After subjecting the solved data to the K–S test, it was found that they satisfied neither normal distribution nor log-normal distribution. In that case, the distribution histogram was drawn using MATLAB, and the distribution curve was fitted. Taking the highest temperature as the abscissa and frequency as the ordinate, MATLAB was used to solve the fitted equation of the fitted curve with the cftool function. Then, Gaussian distribution fitting was performed. It can be observed from the histogram that the discrete degree of data differed between the two sides of the highest point, so the logarithm value was taken to fit the PDF of the highest temperature, as shown in Equation (18):

$$f\left(T_m\right)=0.1474{\mathrm{e}}^{-\frac{{\left(\ln T_m-7.172\right)}^2}{1.9966}},$$

(18)

The sum of squares due to error (SSE) between the fitted equation and the original function was 0.007943, i.e., close to 0. Therefore, taking the logarithm value for temperature produced a desirable fitting effect.

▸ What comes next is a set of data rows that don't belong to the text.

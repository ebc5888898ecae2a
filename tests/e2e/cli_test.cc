// End-to-end tests of the porofit command line on the invented sample study.
// The bad-input corpus runs in bad_input_corpus_test.cc.
#include <gtest/gtest.h>
#include <sys/wait.h>
#include <unistd.h>

#include <cstdlib>
#include <filesystem>
#include <fstream>
#include <map>
#include <sstream>
#include <string>
#include <vector>

#include <nlohmann/json.hpp>

#include "porofit/io/study_loader.h"
#include "porofit/models/registry.h"
#include "porofit/report/report.h"
#include "porofit/report/sha256.h"
#include "porofit/version.h"

namespace porofit {
namespace {
namespace fs = std::filesystem;
using nlohmann::json;

const char* kFixedTime = "2026-02-03T04:05:06Z";

std::string Quote(const std::string& s) {
  std::string q = "'";
  for (char c : s) q += c == '\'' ? std::string("'\\''") : std::string(1, c);
  return q + "'";
}

std::string Slurp(const fs::path& p) {
  std::ifstream in(p, std::ios::binary);
  std::stringstream s;
  s << in.rdbuf();
  return s.str();
}

struct Outcome {
  int exit_code = -1;
  std::string out, err;
};

// A fresh scratch folder per test.
class Scratch {
 public:
  Scratch() {
    const auto* info = ::testing::UnitTest::GetInstance()->current_test_info();
    std::string name = std::string(info->test_suite_name()) + "-" + info->name();
    for (char& c : name) {
      if (c == '/') c = '_';
    }
    dir_ = fs::temp_directory_path() / ("porofit-e2e-" + std::to_string(::getpid()) + "-" + name);
    fs::remove_all(dir_);
    fs::create_directories(dir_);
  }
  ~Scratch() { fs::remove_all(dir_); }
  const fs::path& dir() const { return dir_; }

  // Runs `porofit <args>` (args already shell-quoted) with the fixed timestamp.
  Outcome Run(const std::string& args) const {
    const fs::path o = dir_ / "stdout.txt", e = dir_ / "stderr.txt";
    const std::string cmd = std::string("POROFIT_FIXED_TIMESTAMP=") + kFixedTime + " " + Quote(POROFIT_EXE) + " " +
                            args + " >" + Quote(o.string()) + " 2>" + Quote(e.string()) + " </dev/null";
    const int status = std::system(cmd.c_str());
    Outcome r;
    r.exit_code = WIFEXITED(status) ? WEXITSTATUS(status) : -1;
    r.out = Slurp(o);
    r.err = Slurp(e);
    fs::remove(o);
    fs::remove(e);
    return r;
  }

 private:
  fs::path dir_;
};

const std::vector<std::string> kReportFiles = {"summary.txt", "parameters.csv",    "fits.csv",
                                               "residuals.csv", "alpha.csv",        "grain_modulus.csv",
                                               "alpha_vti.csv", "moduli.csv", "strain_residuals.csv", "comparison.csv", "nested_tests.csv",
                                               "comparison_groups.csv", "branch_tests.csv", "hysteresis.csv", "joint_fits.csv", "joint_tests.csv", "joint_alpha.csv",
                                               "depth_QV-14.csv",  // the sample study's depth table
                                               "results.json", "report.html"};

// ---------------------------------------------------------------- command line

TEST(Cli, VersionPrintsTheToolVersion) {
  Scratch s;
  const Outcome r = s.Run("--version");
  EXPECT_EQ(r.exit_code, 0);
  EXPECT_EQ(r.out, std::string("porofit ") + kVersion + "\n");
}

TEST(Cli, HelpNamesEveryCommand) {
  Scratch s;
  const Outcome r = s.Run("--help");
  EXPECT_EQ(r.exit_code, 0);
  for (const char* c : {"fit", "check", "models"}) EXPECT_NE(r.out.find(c), std::string::npos) << c;
  const Outcome f = s.Run("fit --help");
  EXPECT_EQ(f.exit_code, 0);
  for (const char* o : {"--out", "--overwrite", "--threads", "--quiet"}) EXPECT_NE(f.out.find(o), std::string::npos) << o;
}

TEST(Cli, NoArgumentsPrintsUsageAndExitsTwo) {
  Scratch s;
  const Outcome r = s.Run("");
  EXPECT_EQ(r.exit_code, 2);
  EXPECT_NE(r.err.find("usage: porofit"), std::string::npos);
}

TEST(Cli, UnknownOptionIsNamedAndExitsTwo) {
  Scratch s;
  const Outcome r = s.Run("fit " + Quote(POROFIT_SAMPLE_STUDY) + " --out " + Quote((s.dir() / "o").string()) +
                          " --frobnicate");
  EXPECT_EQ(r.exit_code, 2);
  EXPECT_NE(r.err.find("--frobnicate"), std::string::npos) << r.err;
  EXPECT_FALSE(fs::exists(s.dir() / "o"));
}

TEST(Cli, MissingOutOptionIsNamedAndExitsTwo) {
  Scratch s;
  const Outcome r = s.Run("fit " + Quote(POROFIT_SAMPLE_STUDY));
  EXPECT_EQ(r.exit_code, 2);
  EXPECT_NE(r.err.find("--out"), std::string::npos) << r.err;
}

TEST(Cli, BadThreadCountIsNamedAndExitsTwo) {
  Scratch s;
  for (const char* bad : {"0", "two"}) {
    const Outcome r = s.Run("fit " + Quote(POROFIT_SAMPLE_STUDY) + " --out " + Quote((s.dir() / "o").string()) +
                            " --threads " + bad);
    EXPECT_EQ(r.exit_code, 2) << bad;
    EXPECT_NE(r.err.find("--threads"), std::string::npos) << r.err;
    EXPECT_FALSE(fs::exists(s.dir() / "o"));
  }
}

TEST(Cli, ThreadCountOverTheLimitIsNamedAndExitsTwo) {
  Scratch s;
  const Outcome r = s.Run("fit " + Quote(POROFIT_SAMPLE_STUDY) + " --out " + Quote((s.dir() / "o").string()) +
                          " --threads 100000");
  EXPECT_EQ(r.exit_code, 2);
  EXPECT_NE(r.err.find("--threads = 100000 exceeds the limit of 1024"), std::string::npos) << r.err;
  EXPECT_FALSE(fs::exists(s.dir() / "o"));
}

// Inputs that used to crash the tool (SIGSEGV in the formula parser) or end in
// an uncaught exception (exit 3) are located input errors for check and fit.
TEST(Cli, FormerCrashesAreLocatedInputErrors) {
  Scratch s;
  const std::string head =
      "name: former crashes (invented)\nsamples:\n  - id: S1\n    lithology: sandstone\n    porosity: 0.2\n"
      "    bulk_density: 2.2 g/cc\n    measurement: static\n    models: [linear]\n";
  std::ofstream(s.dir() / "deep.yaml") << "user_models:\n  - id: deep\n    formula: \"" << std::string(20000, '(')
                                       << "a*P" << std::string(20000, ')') << "\"\n    parameters: {a: {unit: GPa, start: 1}}\n"
                                       << head << "    data: {columns: [P MPa, K GPa], rows: [[5, 9], [10, 11]]}\n";
  std::ofstream(s.dir() / "zero.yaml") << head << "    data: {columns: [P MPa, K GPa], file: /dev/zero}\n";
  std::ofstream(s.dir() / "misspelt.yaml") << head << "    data: {columns: [P MPa, K GPa], rows: [[5, 9], [10, 11]]}\n"
                                           << "  - ID: S2\n    lithology: sandstone\n";
  for (const char* name : {"deep.yaml", "zero.yaml", "misspelt.yaml"}) {
    const std::string study = (s.dir() / name).string();
    for (const std::string& cmd : {"check " + Quote(study), "fit " + Quote(study) + " --out " + Quote((s.dir() / "o").string())}) {
      const Outcome r = s.Run(cmd);
      EXPECT_EQ(r.exit_code, 2) << cmd << "\n" << r.err;
      EXPECT_EQ(r.err.rfind(study + ":", 0), 0u) << r.err;
      EXPECT_EQ(r.err.find("internal error"), std::string::npos) << r.err;
      EXPECT_FALSE(fs::exists(s.dir() / "o"));
    }
  }
}

TEST(Cli, UnknownCommandSuggestsTheNearestOne) {
  Scratch s;
  const Outcome r = s.Run("fti");
  EXPECT_EQ(r.exit_code, 2);
  EXPECT_NE(r.err.find("unknown command 'fti' (did you mean 'fit'?)"), std::string::npos) << r.err;
}

TEST(Cli, MissingStudyFileExitsTwoAndCreatesNothing) {
  Scratch s;
  const fs::path out = s.dir() / "o";
  const Outcome r = s.Run("fit " + Quote((s.dir() / "absent.yaml").string()) + " --out " + Quote(out.string()));
  EXPECT_EQ(r.exit_code, 2);
  EXPECT_NE(r.err.find("absent.yaml"), std::string::npos) << r.err;
  EXPECT_FALSE(fs::exists(out));
}

TEST(Cli, ModelsListsEveryCatalogueId) {
  Scratch s;
  const Outcome r = s.Run("models");
  EXPECT_EQ(r.exit_code, 0);
  const std::vector<std::string> expected = {"linear",    "exp-modulus",  "exp-compliance", "linear-exp",
                                             "power-ref", "power-offset", "grain-contact"};
  EXPECT_EQ(ModelRegistry::Builtin().ids(), expected);
  for (const std::string& id : expected) EXPECT_NE(r.out.find(id), std::string::npos) << id;
}

// ---------------------------------------------------------------- sample study

TEST(SampleStudy, CheckValidatesWithoutWriting) {
  Scratch s;
  const Outcome r = s.Run("check " + Quote(POROFIT_SAMPLE_STUDY));
  EXPECT_EQ(r.exit_code, 0) << r.err;
  EXPECT_NE(r.out.find(": ok - study"), std::string::npos) << r.out;
  // The sample study's depth table is listed with the file it would be written to.
  EXPECT_NE(r.out.find("depth table QV-14: "), std::string::npos) << r.out;
  EXPECT_NE(r.out.find("written as depth_QV-14.csv"), std::string::npos) << r.out;
  EXPECT_TRUE(fs::is_empty(s.dir()));
}

TEST(SampleStudy, FitWritesEveryFileAndTheSummaryShowsEverySample) {
  Scratch s;
  const fs::path out = s.dir() / "out";
  const Outcome r = s.Run("fit " + Quote(POROFIT_SAMPLE_STUDY) + " --out " + Quote(out.string()));
  ASSERT_EQ(r.exit_code, 0) << r.err;
  EXPECT_EQ(r.err, "");  // nothing from the solver's logging either
  for (const std::string& f : kReportFiles) EXPECT_TRUE(fs::is_regular_file(out / f)) << f;
  const Study study = LoadStudy(POROFIT_SAMPLE_STUDY);
  EXPECT_EQ(ReportFileNames(study), kReportFiles);  // the fixed files plus one per depth table
  ASSERT_FALSE(study.samples.empty());
  for (const StudySample& ss : study.samples) {
    EXPECT_NE(r.out.find("Sample " + ss.sample.id), std::string::npos) << ss.sample.id;
    for (const ModelChoice& m : ss.models) EXPECT_NE(r.out.find("  " + m.model_id + " "), std::string::npos);
  }
  EXPECT_NE(r.out.find("decision support only"), std::string::npos);
  EXPECT_NE(r.out.find("invented"), std::string::npos);
  EXPECT_EQ(Slurp(out / "summary.txt") +
                "\nwrote summary.txt, parameters.csv, fits.csv, residuals.csv, alpha.csv, grain_modulus.csv, "
                "alpha_vti.csv, moduli.csv, strain_residuals.csv, comparison.csv, nested_tests.csv, comparison_groups.csv, "
                "branch_tests.csv, hysteresis.csv, joint_fits.csv, joint_tests.csv, joint_alpha.csv, depth_QV-14.csv, results.json, report.html to " +
                out.string() + "\n",
            r.out);
  // Only the report files: no staging folder left next to it.
  std::vector<std::string> names;
  for (const auto& e : fs::directory_iterator(s.dir())) names.push_back(e.path().filename().string());
  EXPECT_EQ(names, std::vector<std::string>{"out"});
}

TEST(SampleStudy, EveryFitConvergesAndRecordsProvenance) {
  Scratch s;
  const fs::path out = s.dir() / "out";
  ASSERT_EQ(s.Run("fit " + Quote(POROFIT_SAMPLE_STUDY) + " --out " + Quote(out.string()) + " --quiet").exit_code, 0);
  std::ifstream in(out / "results.json");
  const json j = json::parse(in);
  int fits = 0;
  for (const json& sample : j["samples"]) {
    for (const json& f : sample["fits"]) {
      ++fits;
      EXPECT_EQ(f["status"], "converged") << sample["id"] << " " << f["model"] << ": " << f["message"];
    }
  }
  EXPECT_GT(fits, 0);
  const json& p = j["provenance"];
  EXPECT_EQ(p["started_utc"], kFixedTime);
  EXPECT_EQ(p["tool_version"], kVersion);
  const Study study = LoadStudy(POROFIT_SAMPLE_STUDY);
  ASSERT_EQ(p["input_files"].size(), study.inputs.size());
  for (size_t i = 0; i < study.inputs.size(); ++i) {
    EXPECT_EQ(p["input_files"][i]["sha256"], Sha256File(study.inputs[i].path).sha256);
  }
  EXPECT_NE(p["command_line"].get<std::string>().find("--quiet"), std::string::npos);
}

TEST(SampleStudy, OutputIsIdenticalForOneAndTwoThreads) {
  Scratch s;
  const fs::path a = s.dir() / "one", b = s.dir() / "two";
  ASSERT_EQ(s.Run("fit " + Quote(POROFIT_SAMPLE_STUDY) + " --out " + Quote(a.string()) + " --threads 1 -q").exit_code, 0);
  ASSERT_EQ(s.Run("fit " + Quote(POROFIT_SAMPLE_STUDY) + " --out " + Quote(b.string()) + " --threads 2 -q").exit_code, 0);
  // report.html records the command line (and so the output folder): drop that row.
  auto without_command_line = [](const std::string& text) {
    std::istringstream in(text);
    std::string line, out;
    while (std::getline(in, line))
      if (line.find(">command line</th>") == std::string::npos) out += line + "\n";
    return out;
  };
  for (const std::string& f : kReportFiles) {
    if (f == "results.json") continue;
    if (f == "report.html") {
      EXPECT_EQ(without_command_line(Slurp(a / f)), without_command_line(Slurp(b / f)));
      continue;
    }
    EXPECT_EQ(Slurp(a / f), Slurp(b / f)) << f;
  }
  // The JSON differs only in the recorded command line and thread count.
  json ja = json::parse(Slurp(a / "results.json")), jb = json::parse(Slurp(b / "results.json"));
  EXPECT_NE(ja["provenance"]["command_line"], jb["provenance"]["command_line"]);
  for (json* j : {&ja, &jb}) {
    (*j)["provenance"].erase("command_line");
    (*j)["provenance"].erase("threads");
  }
  EXPECT_EQ(ja.dump(1), jb.dump(1));
}

TEST(SampleStudy, ExistingOutputFolderIsRefusedThenReplacedWithOverwrite) {
  Scratch s;
  const fs::path out = s.dir() / "out";
  const std::string base = "fit " + Quote(POROFIT_SAMPLE_STUDY) + " --out " + Quote(out.string()) + " -q";
  ASSERT_EQ(s.Run(base).exit_code, 0);  // a folder porofit wrote (only those are replaced)
  { std::ofstream(out / "keep.txt") << "mine"; }
  const Outcome refused = s.Run(base);
  EXPECT_EQ(refused.exit_code, 2);
  EXPECT_NE(refused.err.find("output folder '" + out.string() + "' already exists; pass --overwrite to replace it"),
            std::string::npos)
      << refused.err;
  EXPECT_EQ(Slurp(out / "keep.txt"), "mine");
  const Outcome replaced = s.Run(base + " --overwrite");
  EXPECT_EQ(replaced.exit_code, 0) << replaced.err;
  EXPECT_FALSE(fs::exists(out / "keep.txt"));
  EXPECT_TRUE(fs::exists(out / "results.json"));
  size_t entries = 0;
  for (const auto& e : fs::directory_iterator(s.dir())) entries += e.path() == out ? 0 : 1;
  EXPECT_EQ(entries, 0u);
}

TEST(SampleStudy, FitCreatesMissingParentFoldersOfTheOutput) {
  Scratch s;
  const fs::path out = s.dir() / "results" / "plugs";
  const Outcome r = s.Run("fit " + Quote(POROFIT_SAMPLE_STUDY) + " --out " + Quote(out.string()) + " -q");
  EXPECT_EQ(r.exit_code, 0) << r.err;
  EXPECT_TRUE(fs::exists(out / "results.json"));
}

TEST(SampleStudy, InputsAreNotModified) {
  Scratch s;
  const Study study = LoadStudy(POROFIT_SAMPLE_STUDY);
  std::map<std::string, std::string> before;
  for (const InputFile& f : study.inputs) before[f.path] = Sha256File(f.path).sha256;
  ASSERT_EQ(s.Run("fit " + Quote(POROFIT_SAMPLE_STUDY) + " --out " + Quote((s.dir() / "o").string()) + " -q").exit_code, 0);
  ASSERT_EQ(s.Run("check " + Quote(POROFIT_SAMPLE_STUDY)).exit_code, 0);
  for (const auto& [path, digest] : before) EXPECT_EQ(Sha256File(path).sha256, digest) << path;
}

TEST(SampleStudy, EveryOutputFileOpensWithTheCaution) {
  Scratch s;
  const fs::path out = s.dir() / "out";
  ASSERT_EQ(s.Run("fit " + Quote(POROFIT_SAMPLE_STUDY) + " --out " + Quote(out.string()) + " -q").exit_code, 0);
  for (const std::string& f : kReportFiles) {
    const std::string text = Slurp(out / f);
    const std::string head = text.substr(0, 1200);
    EXPECT_NE(head.find("decision support only"), std::string::npos) << f;
    EXPECT_NE(head.find("local regulations and operator standards"), std::string::npos) << f;
    EXPECT_NE(head.find("invented"), std::string::npos) << f;
    if (f.size() > 4 && f.substr(f.size() - 4) == ".csv") {
      EXPECT_EQ(text.rfind("# porofit ", 0), 0u) << f;
    }
  }
}

TEST(SampleStudy, BadTimestampOverrideIsRejected) {
  Scratch s;
  const std::string cmd = "POROFIT_FIXED_TIMESTAMP=yesterday " + Quote(POROFIT_EXE) + " fit " +
                          Quote(POROFIT_SAMPLE_STUDY) + " --out " + Quote((s.dir() / "o").string()) +
                          " >/dev/null 2>&1";
  const int status = std::system(cmd.c_str());
  EXPECT_EQ(WEXITSTATUS(status), 2);
  EXPECT_FALSE(fs::exists(s.dir() / "o"));
}

}  // namespace
}  // namespace porofit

4.3.3. Most Representative Temperature Rise Curve

Based on the probability distribution proposed above, the temperature rise curve with the highest probability in the case of a fire in urban high-rise residential buildings can be given. Specifically, the correction factor was 5.31, the maximum temperature rise time was 14.73 min, and the highest temperature was 984 °C. We compared that to the standard temperature rise curve, as shown in Figure 10. According to the picture, compared with the standard temperature curve, there is a turning point in the temperature curve of urban high-rise residential buildings, and the time needed to reach the highest temperature is shorter. By comparing it with the experimental data [25], it was found that there is a turning point of temperature change in both of them, appearing about 900 s after the fire.

5. Conclusions

Modeling fire temperature rise in high-rise residential buildings offers an important indicator for scientific research on fires in high-rise residential buildings. To date, many scholars have built models for fire temperature rise in buildings. However, these models summarize temperature rise curves in specific fire scenarios. They use a deterministic formula to express the rise of fire temperature in high-rise residential buildings but ignore many random factors affecting such models.

This study investigated 38 urban high-rise residential buildings in Chinese cities with a population of more than 10 million, created the PDFs of fire load density, opening factor, and wall thermal inertia, and constructed random fire scenarios for urban high-rise residential buildings. It was found that fire load density and opening factor showed log-normal distribution for urban high-rise residential buildings, while wall thermal inertia presented uniform distribution. Fire temperature rise time and correction factor obeyed log-normal distribution.

On this basis, relying on the Latin Hypercube Sampling method, this study further explored the probabilistic model for fire temperature rise in urban high-rise residential buildings under the action of uncertain factors, gave the possible temperature rise curves of fires in urban high-rise residential buildings and their probability distribution, and established the most representative temperature rise curve, with a turning point and highest temperature of 984 °C. The findings of this study are of great significance for the fire protection design, risk assessment, and fire rescue of high-rise residential buildings in China. The method of probabilistic analysis of fire temperature based on survey data used in this article is also helpful to future research on fire development.